In fact, the EPA's regulation of power-plant emissions of CO2 became one of the political wires that tripped the energy bill. Republican senators proposed to amend the bill to limit EPA's authority to redesign power generation. They also offered amendments approving the border crossing of the Keystone XL pipeline, calling for expedited permitting of LNG exports, and resisting the imposition of a carbon tax.

Politics? Of course. What's wrong with that?
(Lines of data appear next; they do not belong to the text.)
#include "learners/independence/drift_test.h"

#include <cmath>

#include <doctest/doctest.h>

#include "graph/dmg.h"
#include "base/random_stream.h"
#include "sim/diffusion_model.h"
#include "sim/diffusion_simulator.h"

namespace locind::learners {
namespace {

// Linear diffusion a -> b (loops on both), sampled every 0.1.
sim::PathData Draw(double coupling, double horizon, uint64_t seed) {
  graph::Dmg g({"a", "b"});
  g.AddDirected(0, 0);
  g.AddDirected(1, 1);
  if (coupling != 0) g.AddDirected(0, 1);
  sim::DiffusionModel m = sim::LinearDiffusion(graph::TruthGraph{g, {}}, 1.0, coupling, 1.0);
  sim::PathRunOptions o;
  o.horizon = horizon;
  o.interval = 0.1;
  o.step = 0.01;
  o.burn_in = 10;
  base::RandomStream random(seed);
  return sim::SimulateDiffusion(m, o, random).value();
}

TEST_CASE("least squares agrees with the normal equations and a one-regressor closed form") {
  base::RandomStream random(9);
  Eigen::MatrixXd x(200, 3);
  Eigen::VectorXd y(200);
  for (int i = 0; i < 200; ++i) {
    x(i, 0) = 1;
    x(i, 1) = random.Uniform();
    x(i, 2) = random.Uniform() + x(i, 1);
    y[i] = 0.5 + 2 * x(i, 1) - x(i, 2) + random.Uniform();
  }
  const LeastSquares fit = FitLeastSquares(x, y);
  // Normal equations X'X b = X'y solved by Cholesky (common practice, no source).
  const Eigen::VectorXd normal = (x.transpose() * x).llt().solve(x.transpose() * y);
  CHECK((fit.coefficients - normal).cwiseAbs().maxCoeff() < 1e-10);
  CHECK(fit.rank == 3);
  CHECK(fit.rss == doctest::Approx((y - x * normal).squaredNorm()));
  // Simple regression: slope = cov(x, y) / var(x), intercept = ybar - slope xbar.
  const Eigen::MatrixXd x2 = x.leftCols(2);
  const LeastSquares simple = FitLeastSquares(x2, y);
  const Eigen::VectorXd u = x.col(1).array() - x.col(1).mean();
  const Eigen::VectorXd v = y.array() - y.mean();
  const double slope = u.dot(v) / u.squaredNorm();
  CHECK(simple.coefficients[1] == doctest::Approx(slope).epsilon(1e-10));
  CHECK(simple.coefficients[0] == doctest::Approx(y.mean() - slope * x.col(1).mean()).epsilon(1e-10));
}

TEST_CASE("filtered histories follow the recursion") {
  sim::PathData d;
  d.names = {"a"};
  d.time = {0, 1, 2, 3};
  d.values.resize(4, 1);
  d.values << 1, 2, 4, 8;
  auto test = DriftTest::Create(d, {.rates = {1.0}}).value();
  const Eigen::MatrixXd x = test.Design({0});
  const double a = std::exp(-1.0);
  // Columns: 1, X, F; rows scaled by sqrt(dt) = 1.
  CHECK(x(0, 1) == 1);
  CHECK(x(0, 2) == 1);  // F_0 = X_0
  CHECK(x(1, 2) == doctest::Approx(a * 1 + (1 - a) * 1));
  CHECK(x(2, 2) == doctest::Approx(a * 1 + (1 - a) * 2));
  CHECK(test.Response(0)[2] == 4);
}

TEST_CASE("the F statistic of two coefficients (q = 2) is the Wald statistic over q") {
  // Greene 2012, Econometric Analysis, 7th ed., Sec. 5.3: the nested-model F
  // of q linear restrictions equals the Wald form with s^2 divided by q (for
  // q = 1 that is t^2; the body checks q = 2).
  sim::PathData d = Draw(0.5, 200, 1);
  auto test = DriftTest::Create(d, {.rates = {}}).value();
  const TestResult r = test.Run({1, {0}, {1}});
  REQUIRE(r.status == TestStatus::kOk);
  CHECK(r.df == 2);  // current value and the fast filter of a (window 200 < 50 / 0.1)
  auto one = DriftTest::Create(d, {.rates = {0.5}}).value();
  const Eigen::MatrixXd x = one.Design({0, 1});
  const Eigen::VectorXd y = one.Response(1);
  const LeastSquares fit = FitLeastSquares(x, y);
  const double s2 = fit.rss / double(x.rows() - x.cols());
  const Eigen::MatrixXd inv = (x.transpose() * x).inverse();
  // Only the current value of a: drop a's filter by testing with rates {} is
  // not possible, so compare on the joint F with q = 2 via the Wald form
  // b' (s^2 (X'X)^{-1})_AA^{-1} b / q (same identity for q > 1).
  Eigen::Vector2d b(fit.coefficients[1], fit.coefficients[2]);
  Eigen::Matrix2d v = s2 * inv.block(1, 1, 2, 2);
  const double wald_over_q = b.dot(v.inverse() * b) / 2;
  const TestResult f = one.Run({1, {0}, {1}});
  CHECK(f.df == 2);
  CHECK(f.statistic == doctest::Approx(wald_over_q).epsilon(1e-8));
}

TEST_CASE("default filters are kept only when the window holds 50 time constants") {
  // Sampling 0.1: default rates 1 and 0.1 (time constants 10 and 100 samples).
  const std::vector<double> rates = DefaultDriftRates(Draw(0, 10, 1));
  REQUIRE(rates.size() == 2);
  CHECK(rates[0] == doctest::Approx(1.0));
  CHECK(rates[1] == doctest::Approx(0.1));
  CHECK(DriftTest::Create(Draw(0, 49, 1)).value().rates().empty());
  CHECK(DriftTest::Create(Draw(0, 51, 1)).value().rates().size() == 1);
  CHECK(DriftTest::Create(Draw(0, 499, 1)).value().rates().size() == 1);
  CHECK(DriftTest::Create(Draw(0, 501, 1)).value().rates().size() == 2);
  // Rates given in the options are used as given.
  CHECK(DriftTest::Create(Draw(0, 20, 1), {.rates = {0.01}}).value().rates() == std::vector<double>{0.01});
}

TEST_CASE("the F test from shared moments equals two QR fits") {
  sim::PathData d = Draw(0.4, 600, 6);  // window 600: both default filters kept
  auto test = DriftTest::Create(d).value();
  const TestResult r = test.Run({1, {0}, {1}});
  const Eigen::MatrixXd full = test.Design({0, 1});
  const Eigen::VectorXd y = test.Response(1);
  Eigen::MatrixXd restricted(full.rows(), 4);
  restricted << full.col(0), full.rightCols(3);  // intercept and b's three columns
  const double rss_f = FitLeastSquares(full, y).rss, rss_r = FitLeastSquares(restricted, y).rss;
  const double df2 = double(full.rows() - full.cols());
  CHECK(r.statistic == doctest::Approx((rss_r - rss_f) / 3 / (rss_f / df2)).epsilon(1e-8));
}

TEST_CASE("a coupling is detected and its absence is not") {
  sim::PathData d = Draw(0.8, 500, 2);
  for (DriftStatistic s : {DriftStatistic::kF, DriftStatistic::kRobustWald}) {
    auto test = DriftTest::Create(d, {.statistic = s}).value();
    CHECK(test.Run({1, {0}, {1}}).p_value < 1e-10);
    CHECK(test.Run({0, {1}, {0}}).p_value > 0.001);
  }
}

TEST_CASE("the robust Wald statistic is close to q F under homoskedastic noise") {
  sim::PathData d = Draw(0.3, 2000, 3);
  auto f = DriftTest::Create(d).value();
  auto w = DriftTest::Create(d, {.statistic = DriftStatistic::kRobustWald}).value();
  const TestResult rf = f.Run({1, {0}, {1}}), rw = w.Run({1, {0}, {1}});
  CHECK(rw.statistic == doctest::Approx(rf.statistic * rf.df).epsilon(0.1));
  CHECK(w.kind() == "drift-robust-wald");
  CHECK(f.kind() == "drift-f");
}

TEST_CASE("not estimable: too few samples and collinear processes") {
  sim::PathData d = Draw(0.3, 1, 4);  // 11 samples
  auto small = DriftTest::Create(d).value();
  TestResult r = small.Run({1, {0}, {1}});
  CHECK(r.status == TestStatus::kNotEstimable);
  CHECK(r.reason.find("too few samples") == 0);
  sim::PathData twin = Draw(0.3, 100, 5);
  twin.names.push_back("a2");
  twin.values.conservativeResize(Eigen::NoChange, 3);
  twin.values.col(2) = twin.values.col(0);
  auto test = DriftTest::Create(twin).value();
  TestResult s = test.Run({1, {2}, {0, 1}});
  CHECK(s.status == TestStatus::kNotEstimable);
  CHECK(s.reason.find("singular design") == 0);
  CHECK(test.distinct_queries() == 1);
}

TEST_CASE("invalid paths are refused") {
  sim::PathData d;
  d.names = {"a"};
  d.time = {0, 1, 1};
  d.values = Eigen::MatrixXd::Zero(3, 1);
  CHECK(!DriftTest::Create(d).ok());
  d.time = {0, 1, 2};
  d.values(1, 0) = NAN;
  CHECK(!DriftTest::Create(d).ok());
}

// A path data set of the given one-trial pieces.
sim::PathData Trials(const std::vector<sim::PathData>& pieces) {
  sim::PathData d;
  for (const sim::PathData& p : pieces) sim::AppendTrial(d, p);
  return d;
}

TEST_CASE("with trials the design stacks each trial's own design, no increment spans two") {
  const std::vector<sim::PathData> pieces = {Draw(0.3, 60, 31), Draw(0.3, 40, 32), Draw(0.3, 50, 33)};
  const sim::PathData pooled = Trials(pieces);
  REQUIRE(pooled.trial_count() == 3);
  CHECK(pooled.increments() == pooled.samples() - 3);
  const DriftTestOptions options{DriftStatistic::kF, {0.5}};
  DriftTest test = DriftTest::Create(pooled, options).value();
  // Independent computation: each trial's design and response on its own.
  Eigen::MatrixXd x(0, 5);
  Eigen::VectorXd y(0);
  for (const sim::PathData& p : pieces) {
    DriftTest one = DriftTest::Create(p, options).value();
    const Eigen::MatrixXd xi = one.Design({0, 1});
    const Eigen::VectorXd yi = one.Response(1);
    x.conservativeResize(x.rows() + xi.rows(), Eigen::NoChange);
    x.bottomRows(xi.rows()) = xi;
    y.conservativeResize(y.rows() + yi.rows());
    y.tail(yi.rows()) = yi;
  }
  CHECK(test.Design({0, 1}) == x);
  CHECK(test.Response(1) == y);
  // The F statistic of the stacked regressions (nested least squares, Greene
  // 2012, Sec. 5.3) equals the pooled test's, computed from shared moments.
  const double rss_full = FitLeastSquares(x, y).rss;
  const Eigen::MatrixXd kept(x.leftCols(1));
  Eigen::MatrixXd restricted(x.rows(), 3);
  restricted << x.col(0), x.middleCols(3, 2);
  const double rss_kept = FitLeastSquares(restricted, y).rss;
  const double f = ((rss_kept - rss_full) / 2) / (rss_full / double(x.rows() - 5));
  const TestResult r = test.Run({1, {0}, {1}});
  REQUIRE(r.status == TestStatus::kOk);
  CHECK(r.df == 2);
  CHECK(r.statistic == doctest::Approx(f).epsilon(1e-8));
  // The same samples on one clock (trial k shifted after trial k - 1) add the
  // increments across the joins: a different statistic.
  sim::PathData glued = pooled;
  glued.trial_starts.clear();
  double shift = 0;
  for (int i = 1; i < glued.samples(); ++i) {
    if (pooled.starts_trial(i)) shift = glued.time[size_t(i) - 1] + 0.1 - pooled.time[size_t(i)];
    glued.time[size_t(i)] = pooled.time[size_t(i)] + shift;
  }
  const TestResult g = DriftTest::Create(glued, options).value().Run({1, {0}, {1}});
  CHECK(g.statistic != doctest::Approx(r.statistic).epsilon(1e-6));
}

TEST_CASE("a trial list is checked") {
  sim::PathData d = Trials({Draw(0.3, 20, 34), Draw(0.3, 20, 35)});
  CHECK(ValidatePathData(d).ok());
  d.trial_starts = {1};  // a first trial of one sample
  CHECK(!ValidatePathData(d).ok());
}

}  // namespace
}  // namespace locind::learners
The Obama administration has steered the US toward an energy future defined by environmental extremism, incompatible with mainline economic interests, and opposed by many Americans. Like the EPA's constriction of electricity from coal, the president's temporizing on Keystone XL fits his stated campaign against "carbon pollution"—meaning energy from hydrocarbons. That campaign at least partly explains the reluctance to allow exports of LNG and fosters an institutional bias in support of anything that hikes prices of fossil energy, such as a carbon tax.

Sensible lawmakers see economic peril in a program sure to raise energy costs. Many such lawmakers exist. But they have been forced to take the fight to an overly active White House supported by Democratic leaders who won't let it happen on Capitol Hill.

Senate Majority Leader Harry Reid (D-Nev.) prevented votes on amendments to the energy bill. He said he'd allow a stand-alone vote on Keystone XL only if the energy bill advanced without change. The bill died May 12 when a procedural measure didn't receive 60 votes allowing a final vote. Reid and Democratic allies complained of Republican obstructionism. In fact, he was guarding the president's flank. Now Obama has no need to veto an energy-savings bill because it contained amendments, such as Keystone XL approval, intolerable to environmental groups. And he doesn't have to veto a stand-alone Keystone XL bill supported by some Democrats.

White House targeted

Yes, Republicans were targeting the White House with their amendments. That's where energy mistakes increasingly develop, so that's where energy mistakes must be resisted. Lawmakers who find those circumstances uncomfortable should challenge an administration that has usurped their authority.

While administration officials fashion answers to historic energy questions, including access to transformative oil supply in Canada and coal's future in power generation, lawmakers act like failure of a piddling conservation bill threatens the republic. The absence of proportion is striking. Congress should do something about it.